Our holiday as a single-parent family – Sally’s story

Posted 16 July 2018

Single mum of three, Sally, recently booked a holiday with the support of a Family Fund Grant.

Single mum of three, Sally, recently booked a holiday with the support of a Family Fund Grant. Here, she discusses the highlights and challenges of her time in Rye.

I’m Sally, and for almost three years, I’ve been a single parent of three young children who are now eleven, eight and five.

All of my children are on the autism spectrum, and they haven’t seen their father all year so they are my sole responsibility. My eleven-year-old was diagnosed with autism and ADHD five years ago – three weeks after giving birth to my youngest! My daughters are soon to receive a confirmed diagnosis.

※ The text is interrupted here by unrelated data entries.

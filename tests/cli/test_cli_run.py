"""`brakeheat run` end to end on the shrunk small scenario: report, JSON contract, files in --out DIR.

The JSON and HDF5 contracts are README's ("What a run produces", "The results file results.h5").
"""
from __future__ import annotations

import json

import h5py
import numpy as np
import pytest

from thermo.limits import boiling_drop_share

import thermo
from thermo.output.hdf5 import read_results_hdf5
from thermo.output.summary import summary_dict
from conftest import EXCEED, SHRINK, SMALL, cli

NODES = ("disc", "pad", "piston", "fluid", "caliper", "upright", "bearing", "hub")
CHECKS = ("fluid_boiling_dry", "fluid_boiling_wet", "fluid_boiling_at_water_content", "bearing_grease",
          "piston_seal", "caliper_body", "disc_max", "pad_max")
PNG_SIGNATURE = b"\x89PNG\r\n\x1a\n"   # PNG specification (ISO/IEC 15948:2004), section 5.2
KELVIN_AT_0C = 273.15                  # SI Brochure, 9th ed.: T/K = t/degC + 273.15


def test_first_run_exits_0_although_a_limit_is_exceeded(small_runs):
    code, out, err = small_runs["first"]
    assert code == 0, err
    statuses = {c["name"]: c["status"] for corner in small_runs["json"]["corners"] for c in corner["checks"]}
    assert statuses["bearing_grease"] == "exceeded"


def test_fail_on_exceeded_exits_3_and_still_reports(small_runs):
    code, out, err = small_runs["second"]
    assert code == 3, err
    assert "bearing_grease" in out and thermo.CAUTION in out


def test_text_report_names_corners_checks_and_caution(small_runs):
    report = small_runs["second"][1]
    for corner in ("front", "rear"):
        assert corner in report
    for check in CHECKS:
        assert check in report, check
    assert thermo.CAUTION in report
    assert "EXCEEDED" in report            # the exceeded bearing check stands out


def test_json_contract(small_runs):
    data = small_runs["json"]
    assert data["scenario"] == "small test scenario"
    # the --set overrides of the run, in order, as TOML text (the scenario text alone is not this run)
    assert [o["key"] for o in data["overrides"]][:3] == ["plan.phases.1.count", "plan.phases.4.count",
                                                         "plan.phases.5.duration_s"]
    assert {"key": "limits.bearing_c", "value": "30"} in data["overrides"]
    assert data["caution"] == thermo.CAUTION
    assert [c["name"] for c in data["corners"]] == ["front", "rear"]
    for corner in data["corners"]:
        assert set(NODES) <= set(corner["peak_c"]) and set(NODES) <= set(corner["peak_time_s"])
        assert set(corner["peak_c"]) == set(corner["peak_time_s"])
        names = [c["name"] for c in corner["checks"]]
        assert names[:len(CHECKS)] == list(CHECKS)          # the stable checks first, in their order
        assert "piston_material" in names and all(n.endswith("_material") for n in names[len(CHECKS):])
        assert all(c["node"] == "fluid_at_piston" for c in corner["checks"] if c["name"].startswith("fluid_"))
        for check in corner["checks"]:
            assert {"name", "limit_c", "peak_c", "margin_k", "status"} <= set(check)
            assert check["margin_k"] == pytest.approx(check["limit_c"] - check["peak_c"], abs=0.011)
            assert check["peak_c"] == pytest.approx(corner["peak_c"][check["node"]], abs=0.006)
            band = "exceeded" if check["margin_k"] < 0 else None
            assert band is None or check["status"] == band
        energy = corner["energy"]
        # first law: heat in = stored + lost (CONVENTIONS.md physical invariant)
        assert energy["heat_in_j"] == pytest.approx(energy["stored_j"] + energy["lost_j"], rel=1e-5)
        assert abs(energy["balance_rel_error"]) < 1e-5
        assert energy["heat_in_j"] > 1e5
        soak = corner["soak"]
        assert set(soak) >= {"peak_c", "peak_after_stop_s"}
        for node, after in soak["peak_after_stop_s"].items():
            assert 0.0 <= after <= 60.0 + 1e-9, node          # the soak lasts 60 s
            assert soak["peak_c"][node] <= corner["peak_c"][node] + 0.006
        # limits in the JSON are the scenario's (degC), with the override
        limits = {c["name"]: c["limit_c"] for c in corner["checks"]}
        assert limits["bearing_grease"] == 30.0 and limits["fluid_boiling_dry"] == 312.0
        assert limits["fluid_boiling_wet"] == 204.0
        # Keen's curve (TRRL LR 903, 1979) scaled between dry (0 %) and wet (3.7 % water, FMVSS 116
        # S7.2 humidification), at 0.5 %: below the straight line (312 - 108 x 0.5 / 3.7 = 297.4)
        assert limits["fluid_boiling_at_water_content"] == pytest.approx(312 - (312 - 204) * boiling_drop_share(0.5), abs=0.01)
        assert limits["fluid_boiling_at_water_content"] < 312 - (312 - 204) * 0.5 / 3.7


def test_out_dir_files(small_runs):
    folder = small_runs["folder"]
    names = sorted(p.name for p in folder.iterdir())
    assert "results.h5" in names and "summary.json" in names
    pngs = sorted(folder.glob("*.png"))
    assert len(pngs) >= 3                     # temperatures per corner, lap peaks, heat paths
    for png in pngs:
        data = png.read_bytes()
        assert data[:8] == PNG_SIGNATURE and len(data) > 2000, png.name
    assert not [n for n in names if n.endswith(".tmp") or n.startswith(".")], names


def test_summary_json_equals_json_output(small_runs):
    summary_bytes = small_runs["after_first"]["summary.json"][2]
    assert json.loads(summary_bytes) == small_runs["json"]


def test_hdf5_with_plain_h5py_agrees_with_summary(small_runs):
    data = small_runs["json"]
    with h5py.File(small_runs["folder"] / "results.h5", "r") as f:
        assert f.attrs["format"] == "brakeheat-results" and int(f.attrs["format_version"]) == 2
        assert [str(n) for n in f.attrs["corners"]] == ["front", "rear"]
        for corner in data["corners"]:
            g = f[f"corners/{corner['name']}"]
            time_s = g["time_s"][()]
            assert g["time_s"].attrs["units"] == "s"
            columns = [str(n) for n in g["temperature_k"].attrs["nodes"]]
            assert g["temperature_k"].attrs["units"] == "K" and "temperature" not in g   # no per-node copies (v2)
            assert "link_flow_w" not in g and g["laps/link_energy_j"].shape[1] == g["link_energy_j"].size
            for node in NODES:
                series = g["temperature_k"][:, columns.index(node)]
                assert series.max() - KELVIN_AT_0C == pytest.approx(corner["peak_c"][node], abs=0.006)
                assert time_s[np.argmax(series)] == pytest.approx(corner["peak_time_s"][node], abs=0.006)
            for check in corner["checks"]:
                attrs = g[f"checks/{check['name']}"].attrs
                assert attrs["margin_k"] == pytest.approx(check["margin_k"], abs=0.006)
                assert attrs["limit_k"] - KELVIN_AT_0C == pytest.approx(check["limit_c"], abs=0.006)
            e = g["energy"].attrs
            assert e["heat_in_j"] == pytest.approx(corner["energy"]["heat_in_j"], abs=0.06)


def test_hdf5_round_trip_gives_the_same_summary(small_runs):
    results = read_results_hdf5(small_runs["folder"] / "results.h5")
    assert summary_dict(results) == small_runs["json"]
    with h5py.File(small_runs["folder"] / "results.h5", "r") as f:
        for corner in results.corners:
            np.testing.assert_array_equal(corner.temperatures_k, f[f"corners/{corner.name}/temperature_k"][()])


def test_second_run_replaces_files_atomically(small_runs):
    first, second = small_runs["after_first"], small_runs["after_second"]
    assert set(first) == set(second)          # same files, no temporary file left over
    for name in ("results.h5", "summary.json"):
        inode_1, mtime_1, _ = first[name]
        inode_2, mtime_2, _ = second[name]
        assert (inode_1, mtime_1) != (inode_2, mtime_2), name   # a new file renamed into place
    assert second["summary.json"][2] == first["summary.json"][2]  # same scenario, same results
    assert not [n for n in second if n.endswith(".tmp")]


def test_demo_print_scenario(tmp_path):
    from pathlib import Path
    code, out, err = cli(["demo", "--print-scenario"])
    assert code == 0 and err == ""
    path = Path(out.strip())
    assert path.is_file() and path.name == "demo.toml"
    assert "[corners.front]" in path.read_text(encoding="utf-8")


def test_version():
    code, out, err = cli(["--version"])
    assert code == 0 and out.strip() == f"brakeheat {thermo.__version__}"


def test_store_full_keeps_every_step_and_the_link_flows(small_runs, tmp_path):
    """README "The results file": link flows at full resolution only with --store full; the
    standard store keeps the same peaks, margins and per-lap link energies."""
    code, _, err = cli(["run", str(SMALL), *SHRINK, "--quiet", "--store", "full", "--out", str(tmp_path / "full")])
    assert code == 0, err
    full = read_results_hdf5(tmp_path / "full" / "results.h5")
    standard = read_results_hdf5(small_runs["folder"] / "results.h5")
    for a, b in zip(full.corners, standard.corners):
        assert a.link_flows_w is not None and a.link_flows_w.shape == (a.time_s.size, len(a.link_names))
        assert b.link_flows_w is None and b.time_s.size < a.time_s.size
        assert [c.peak_k for c in a.checks] == [c.peak_k for c in b.checks]
        np.testing.assert_allclose([lap.link_energy_j for lap in a.laps], [lap.link_energy_j for lap in b.laps])
        # the laps' and phases' link energies add up to the run's (first law, bookkeeping)
        np.testing.assert_allclose(np.sum([p.link_energy_j for p in b.phases], axis=0), b.link_energy_j, rtol=1e-9)


def test_store_full_streams_every_row_into_the_file(tmp_path):
    """`--store full --out DIR` streams each row into results.h5 as the run makes it
    (thermo.output.hdf5_stream) instead of holding them: the file reads back with the series, bit
    for bit, of a run that kept every row in memory, and with every other field equal."""
    import dataclasses
    from thermo.chain import run_scenario
    from thermo.scenario import load_scenario
    shrink = [(key, int(value)) for key, value in (item.split("=") for item in SHRINK[1::2])]
    in_memory = run_scenario(load_scenario(SMALL, shrink), store="full")
    code, _, err = cli(["run", str(SMALL), *SHRINK, "--quiet", "--store", "full", "--out", str(tmp_path / "full")])
    assert code == 0, err
    streamed = read_results_hdf5(tmp_path / "full" / "results.h5")
    series = ("time_s", "temperatures_k", "link_flows_w", "speed_m_s", "brake_power_w", "link_energy_j")
    for a, b in zip(streamed.corners, in_memory.corners, strict=True):
        for key in series:
            assert getattr(a, key).tobytes() == getattr(b, key).tobytes(), key
        assert dataclasses.replace(a, **{k: None for k in series}) == dataclasses.replace(b, **{k: None for k in series})
    assert dataclasses.replace(streamed, corners=()) == dataclasses.replace(in_memory, corners=())


@pytest.mark.parametrize("argv", [["run", str(SMALL), "--json"], ["demo", "--compare", "--json"]])
def test_store_full_without_a_results_file_is_one_line_and_exit_1(argv):
    """--store says what results.h5 keeps: without --out (or with demo --compare, which writes no
    results.h5) it would be ignored, so it is refused before anything runs."""
    code, out, err = cli([*argv, "--store", "full"])
    assert code == 1 and out == ""
    assert len(err.splitlines()) == 1 and err.startswith("brakeheat: error: --store") and "Traceback" not in err


def test_laps_and_checks_csv_hold_the_summary_numbers(small_runs, tmp_path):
    """--out writes laps.csv and checks.csv (issue 17, exports); read back with Python's csv
    module they agree with the JSON summary; --csv FILE writes the per-lap table alone."""
    import csv
    folder = small_runs["folder"]
    laps = list(csv.DictReader((folder / "laps.csv").open(encoding="utf-8")))
    checks = list(csv.DictReader((folder / "checks.csv").open(encoding="utf-8")))
    data = small_runs["json"]
    assert len(laps) == sum(len(c["laps"]) for c in data["corners"])
    assert len(checks) == sum(len(c["checks"]) for c in data["corners"])
    by_corner = {c["name"]: c for c in data["corners"]}
    for row in laps:
        lap = by_corner[row["corner"]]["laps"][int(row["lap"]) - 1]
        assert row["phase"] == lap["phase"]
        for node, value in lap["max_c"].items():
            assert float(row[f"{node} max [degC]"]) == pytest.approx(value, abs=0.006)
        assert float(row["braking_energy [kJ]"]) == pytest.approx(lap["braking_energy_j"] / 1e3, abs=1e-3)
        assert float(row["pad_thickness [mm]"]) > 0
    for row in checks:
        check = next(c for c in by_corner[row["corner"]]["checks"] if c["name"] == row["check"])
        assert float(row["margin [K]"]) == pytest.approx(check["margin_k"], abs=0.006)
        assert row["status"] == check["status"] and row["node"] == check["node"]
    assert all(" [" in h for h in laps[0] if h not in ("corner", "lap", "phase"))   # name [unit] headers
    manifest = json.loads((folder / "manifest.json").read_text())
    assert {"laps.csv", "checks.csv"} <= {f["name"] for f in manifest["files"]}
    code, _, err = cli(["run", str(SMALL), *SHRINK, "--quiet", "--csv", str(tmp_path / "laps_only.csv")])
    assert code == 0, err
    assert (tmp_path / "laps_only.csv").read_text(encoding="utf-8") == (folder / "laps.csv").read_text(encoding="utf-8")


def test_corners_side_by_side_give_the_same_json(small_runs):
    # the session's run solved its two corners one after another (the default); side by side they
    # must give the same summary to the digit
    code, out, err = cli(["run", SMALL, "--json", "--quiet", "--threads", "2", *SHRINK, *EXCEED])
    assert code == 0, err
    assert json.loads(out) == small_runs["json"]


@pytest.mark.parametrize("value", ["0", "-1", "two"])
def test_threads_must_be_a_whole_number_of_at_least_one(value):
    code, out, err = cli(["run", SMALL, "--json", "--threads", value])
    assert code == 2 and out == "" and "argument --threads: expected a whole number of at least 1" in err


def test_the_json_summary_reaches_stdout_in_one_write(monkeypatch):
    """``--json`` prints with one write (token by token, an unbuffered stdout made a system call of
    each: 260 000 for the 24-hour demo), the bytes ``json.dumps(indent=2)`` gives and a newline; a
    value JSON cannot hold raises before anything is written."""
    import sys
    from thermo.cli.stdout_json import print_json
    writes = []
    monkeypatch.setattr(sys, "stdout", type("Counting", (), {"write": lambda self, text: writes.append(text)})())
    data = {"corners": [{"name": "front", "peaks_k": [373.15, 412.5], "ok": True, "stop_time_s": None}]}
    print_json(data)
    assert writes == [json.dumps(data, indent=2) + "\n"]
    with pytest.raises(ValueError):
        print_json({"peak_k": float("nan")})
    assert len(writes) == 1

Applying for the Family Fund Grant

As a result, my son has been in receipt of DLA and I‘m his carer. Since my husband left us, I have been raising my family on benefits, and this year, I found out about the Family Fund Grant for families who are on a low income with a disabled child . This grant can be used for numerous items, one being a family holiday, so I applied for a holiday grant and was successful!

I booked a week in a caravan in Rye, East Sussex, which was close to the beach and had evening entertainment. This was our first holiday as just the four of us and I’ll admit I found it quite daunting. I knew that it wouldn’t be much different to being at home, but at least I can see friends during the day or they can pop over in the evening – for this week, my ‘company’ was the kids.

Challenges and finances

My eight-year-old has quite bad anxiety, so the build up to the holiday was quite stressful for her as we were going somewhere new and she was anticipating being homesick. We spent our days exploring the area, going to the beach and celebrating my five-year-old’s birthday.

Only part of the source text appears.